[erlang-questions] Re: OOP in Erlang

黃耀賢 (Yau-Hsien Huang) g9414002.pccu.edu.tw@REDACTED
Fri Aug 13 05:03:45 CEST 2010


On Wed, Aug 11, 2010 at 9:20 PM, Steve Davis <steven.charles.davis@REDACTED
> wrote:

> things going on
> here:
> 1) Data structures and
> 2) Transformations of data structures.
>
>
I agree. Mandatory features of OOP includes encapsulation, abstraction,
inheritance, and polymorphism. After reviewing this thread, opinions are
summarized that including
    * if we do OOP in Erlang syntax,
    * if features of OOP are able to be implemented in Erlang,
    * and if exactly Erlang is an OOP language or OO language.

Now knowledge of OOP is mixture of origin concepts, languages such as
Smalltalk or Java, and UML modelling methods. Recently I read the book
"Design Patterns Explained," which hints that OOP/OOD is to treat
everything,
including primitive datatypes, as object. And he explained how abstraction
is
different from implementation. Then I thought that Erlang treats everything
as
function or process, but really? And, Erlang is not toward OOP, so it may
not
be OOP-like.

Let's consider how to implement OOP in Erlang, either using Erlang syntax
or realizing OOP system in Erlang.

Encapsulation: values and functions should be organized as an object
structure tagged as an object name, belong to some class. It is done by
Erlang record syntax or as a module, and somehow messages are sent
to the object or to some member of the structure. Functions in a structure
may call other fields or functions in other structures. Encapsulation means
how an object is structured. Any object is generated by following a object
specification, the class. Object and class are implemented in the same
way: structure.

Abstraction: it's separated from implementation. Abstraction is done in
Erlang
by hot code replacement.

Inheritance: it should be done by taking objects by following
both superclass
and subclass specifications and then overriding the superclass object with
the subclass object, that is to merge base functions into extended functions
effectively. Inheritance shall not be as copying of superclass object, but
keeping a newest copy of a extended function while keeping the reference to
its base function. Inheritance semantics shall be consistent.

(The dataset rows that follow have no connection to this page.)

class Cover(EvidenceKind):
    r"""Cover: reading = local cover + meter bias + reading error.

    Notes
    -----
    Local covers of a zone are :math:`N(m, s^2)`, a meter's bias is :math:`N(0, b^2)`, common to
    all of its readings, its reading error :math:`N(0, e^2)` with stated e. Rows on their own
    are independent given (m, s, bias), so a group of n of them enters through n, mean and sum
    of squares alone; rows of one section or location share its cover, integrated out
    (`nested_log_likelihood`). A reading ">80" says that the meter would have read more than 80:
    it enters with the upper tail probability, as a place of its own.

    The local cover is that of the outer bars. A bar of the inner layer lies deeper by the stated
    diameter of the outer ones, and scatters by how the layers touch. A bar that was read and then
    laid bare gives two readings of one local cover, the second without bias: many of them tell
    the meter's bias from the zone's cover.
    """

    form = EvidenceForm(
        key="cover",
        title="Cover readings",
        entry=CoverEntry,
        columns=(
            Column(
                "cover",
                "cover of a bar, as read",
                "mm",
                above=0.0,
                below=400.0,
                usual=(3.0, 150.0),
                typical=(10.0, 120.0),
                censored=True,
            ),
            Column(
                "layer",
                "layer of bars that was read, the outer one if left empty",
                required=False,
                choices=("outer", "inner"),
            ),
            Column(
                "exposed cover",
                "cover of the same bar measured where it was laid bare",
                "mm",
                required=False,
                above=0.0,
                below=400.0,
                usual=(3.0, 150.0),
            ),
        ),
        value="cover",
    )
    unit = "mm"
    log_scale = False
    assumption = (
        "Covers of a zone are normal from place to place; a meter has one unknown bias for all of "
        "its readings and a stated scatter; readings beyond its range count as at least that much. "
        "Cover is that of the outer bars; readings of the inner layer count less their diameter."
    )
    carrier = "cover_mean"

    def faults(self, case: Case) -> Sequence[Fault]:
        """Find meters of which two biases are stated, and inner bars without outer ones."""
        first: dict[str, tuple[float, int]] = {}
        found = []
        for _, item in gather(case, self.form.key):
            entry = cast(CoverEntry, item.entry)
            meter = entry.meter
            inner = np.flatnonzero(item.table.texts["layer"] == "inner")
            if entry.outer_bar is None and len(inner):
                what = "readings of the inner layer need the diameter of the outer bars"
                mend = "state outer_bar in the entry of this table"
                line = int(item.table.lines[inner[0]])
                found.append(Fault(str(item.table.path), line, what, "inner", "", mend))
            keys = (*item.keys, "meter", "bias")
            bias, line = first.setdefault(meter.name, (meter.bias, case.document.line(keys)))
            if bias != meter.bias:
                what = f"meter {meter.name!r} has another bias in line {line}"
                given, allowed = f"{meter.bias:g} mm", f"{bias:g} mm"
                mend = "a name stands for one unknown bias: say the same, or use another name"
                found.append(
                    case.document.fault(keys, what, given=given, allowed=allowed, mend=mend)
                )
        return found

    def rows(self, case: Case) -> Rows | None:
        """Gather the readings of all surveys."""
        items = gather(case, self.form.key)
        if not items:
            return None
        meters = self._meters(case)
        names = list(meters)
        entries = [cast(CoverEntry, item.entry) for _, item in items]
        inner = [item.table.texts["layer"] == "inner" for _, item in items]
        offset = [i * (e.outer_bar or 0.0) for i, e in zip(inner, entries, strict=True)]
        beyond = [item.table.beyond["cover"] for _, item in items]
        meter = [
            np.full(len(i), float(names.index(e.meter.name)))
            for i, e in zip(inner, entries, strict=True)
        ]
        reach = _reach(np.concatenate(meter), np.concatenate(beyond))
        rows = build_rows(
            items,
            [item.table.numbers["cover"] - o for (_, item), o in zip(items, offset, strict=True)],
            {
                "beyond": [b - o for b, o in zip(beyond, offset, strict=True)],
                "reach": [reach - np.concatenate(offset)],
                "meter": meter,
                "variance": [
                    e.meter.scatter**2 + i * e.layer_gap**2
                    for i, e in zip(inner, entries, strict=True)
                ],
            },
        )
        exposed = np.concatenate(
            [i.table.numbers["exposed cover"] - o for (_, i), o in zip(items, offset, strict=True)]
        )
        error = np.concatenate(
            [e.exposed_error**2 + i * e.layer_gap**2 for i, e in zip(inner, entries, strict=True)]
        )
        return _with_exposed(rows, exposed, error, len(names))

    def _meters(self, case: Case) -> dict[str, Meter]:
        """Name the meters of a case in order of first use."""
        found: dict[str, Meter] = {}
        for _, item in gather(case, self.form.key):
            meter = cast(CoverEntry, item.entry).meter
            found.setdefault(meter.name, meter)
        return found

    def variables(self, case: Case) -> tuple[Variable, ...]:
        """Give the bias of each meter that has one."""
        return tuple(
            Variable(
                name=_bias_name(number),
                label=f"bias of cover meter {meter.name}",
                symbol="$b_\\mathrm{meter}$",
                unit="mm",
                zone="",
                source=meter.source or "as stated in the case",
                marginal=make_marginal("normal", parameters={"mean": 0.0, "sd": meter.bias}),
            )
            for number, meter in enumerate(self._meters(case).values())
            if meter.bias > 0.0
        )

    def data(self, rows: Rows, stage: int) -> dict[str, NDArray[Any]]:
        """Sufficient statistics of single readings and precisions of shared places."""
        single = self._single(rows)
        groups = _groups(rows)
        active = rows.stage <= stage
        read = active & single & np.isfinite(rows.value)
        count = _by_group(groups, read, np.ones_like(rows.value))
        mean = _by_group(groups, read, rows.value) / np.maximum(count, 1.0)
        centred = np.where(read, rows.value - mean[groups.of_row], 0.0)
        square = _by_group(groups, read, centred**2)
        beyond = active & np.isfinite(rows.extra["beyond"])
        limits, limit_group = _limits(rows, groups)
        censored = np.zeros(len(limits))
        if len(limits):
            which = _limit_of_row(rows, limits, limit_group, groups)
            np.add.at(censored, which[beyond], 1.0)
        chosen = ~single
        shared = active & np.isfinite(rows.value)
        return {
            "cover_count": count,
            "cover_mean": mean,
            "cover_square": square,
            "cover_censored": censored,
            "cover_shared": np.nan_to_num(rows.value)[chosen],
            "cover_shared_precision": np.where(shared, 1.0 / rows.extra["variance"], 0.0)[chosen],
        }

    def _single(self, rows: Rows) -> NDArray[np.bool_]:
        """Tell which rows are places of their own."""
        return np.asarray(
            np.bincount(rows.place, minlength=len(rows.places))[rows.place] == 1, dtype=np.bool_
        )

    def log_likelihood(
        self, rows: Rows, values: Mapping[str, Numeric], data: Mapping[str, Numeric]
    ) -> Numeric:
        """Log-likelihood of all active readings, local covers integrated out."""
        mean = zone_values(rows, values, "cover_mean")
        variance = zone_values(rows, values, "cover_scatter") ** 2
        groups = _groups(rows)
        zone, meter = groups.key[:, 1], groups.key[:, 2]
        total = variance[..., zone] + _group_variance(rows, groups)
        centre = mean[..., zone] + _biases(values, meter)
        single = -0.5 * (
            data["cover_count"] * (op.log(total) + (data["cover_mean"] - centre) ** 2 / total)
            + data["cover_square"] / total
        )
        result = single.sum(axis=-1)
        limits, limit_group = _limits(rows, groups)
        if len(limits):
            excess = (centre[..., limit_group] - limits) / op.sqrt(total[..., limit_group])
            result = result + (data["cover_censored"] * op.log_normal_cdf(excess)).sum(axis=-1)
        chosen = ~self._single(rows)
        if chosen.any():
            zone_of = rows.zone[chosen]
            residual = (
                data["cover_shared"]
                - mean[..., zone_of]
                - _biases(values, rows.extra["meter"][chosen].astype(np.int64))
            )
            weighted = data["cover_shared_precision"] * residual
            shared, place = np.unique(rows.place[chosen], return_inverse=True)
            by_place = membership(place.astype(np.int64), len(shared)).T
            result = result + nested_log_likelihood(
                data["cover_shared_precision"] @ by_place,
                weighted @ by_place,
                (weighted * residual) @ by_place,
                variance[..., rows.place_zone[shared]],
            ).sum(axis=-1)
        return result

    def simulate(
        self, rows: Rows, values: Mapping[str, FloatArray], rng: np.random.Generator
    ) -> FloatArray:
        """Draw readings of the same design; beyond the meter's range gives NaN."""
        mean = zone_values(rows, values, "cover_mean")
        scatter = zone_values(rows, values, "cover_scatter")
        draws = len(mean)
        local = mean[:, rows.place_zone] + scatter[:, rows.place_zone] * rng.standard_normal(
            (draws, len(rows.places))
        )
        bias = _biases(values, rows.extra["meter"].astype(np.int64))
        error = np.sqrt(rows.extra["variance"]) * rng.standard_normal((draws, len(rows.value)))
        reading = local[:, rows.place] + bias + error
        return np.where(reading > rows.extra["reach"], np.nan, reading)

    def observed(self, rows: Rows, value: FloatArray) -> Rows:
        """Put other readings in place of those of the rows; NaN is beyond the meter's range."""
        beyond = np.where(np.isnan(value), rows.extra["reach"], np.nan)
        return replace(rows, value=value, extra={**rows.extra, "beyond": beyond})

    def local(
        self,
        rows: Rows | None,
        stage: int,
        section: str,
        zone: str,
        values: Mapping[str, FloatArray],
    ) -> tuple[LocalModel, ...]:
        """Cover at a section, given its own readings where there are any."""
        population = population_local(
            "cover", values, zone, "cover_mean", "cover_scatter", logarithm=False
        )
        place = None if rows is None else rows.place_of(section)
        if rows is None or place is None:
            return (population,)
        here = (rows.place == place) & (rows.stage <= stage)
        read = here & np.isfinite(rows.value)
        count = len(population.mean)
        precision = 1.0 / rows.extra["variance"][read]
        residual = rows.value[read] - _bias_of(rows, read, values, count)
        mean, sd = local_posterior(
            precision.sum(),
            (residual - population.mean[:, None]) @ precision,
            population.mean,
            population.sd**2,
        )
        beyond = here & ~np.isfinite(rows.value)
        if not beyond.any():
            return (replace(population, mean=mean, sd=sd),)
        limit = rows.extra["beyond"][beyond] - _bias_of(rows, beyond, values, count)
        return (_beyond_reach(mean, sd, limit, np.sqrt(rows.extra["variance"][beyond])),)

Polymorphism: it means that different objects, even if they are in the same
class, may behave separately. It's not a problem because Erlang has this
feature.

On real OOP, I think that OOP is a feature, and somehow it's the problem
itself.
So, when talking about OOP in Erlang, you can have a try to write Erlang in
OOP style, however, Erlang need not be too OOP-like.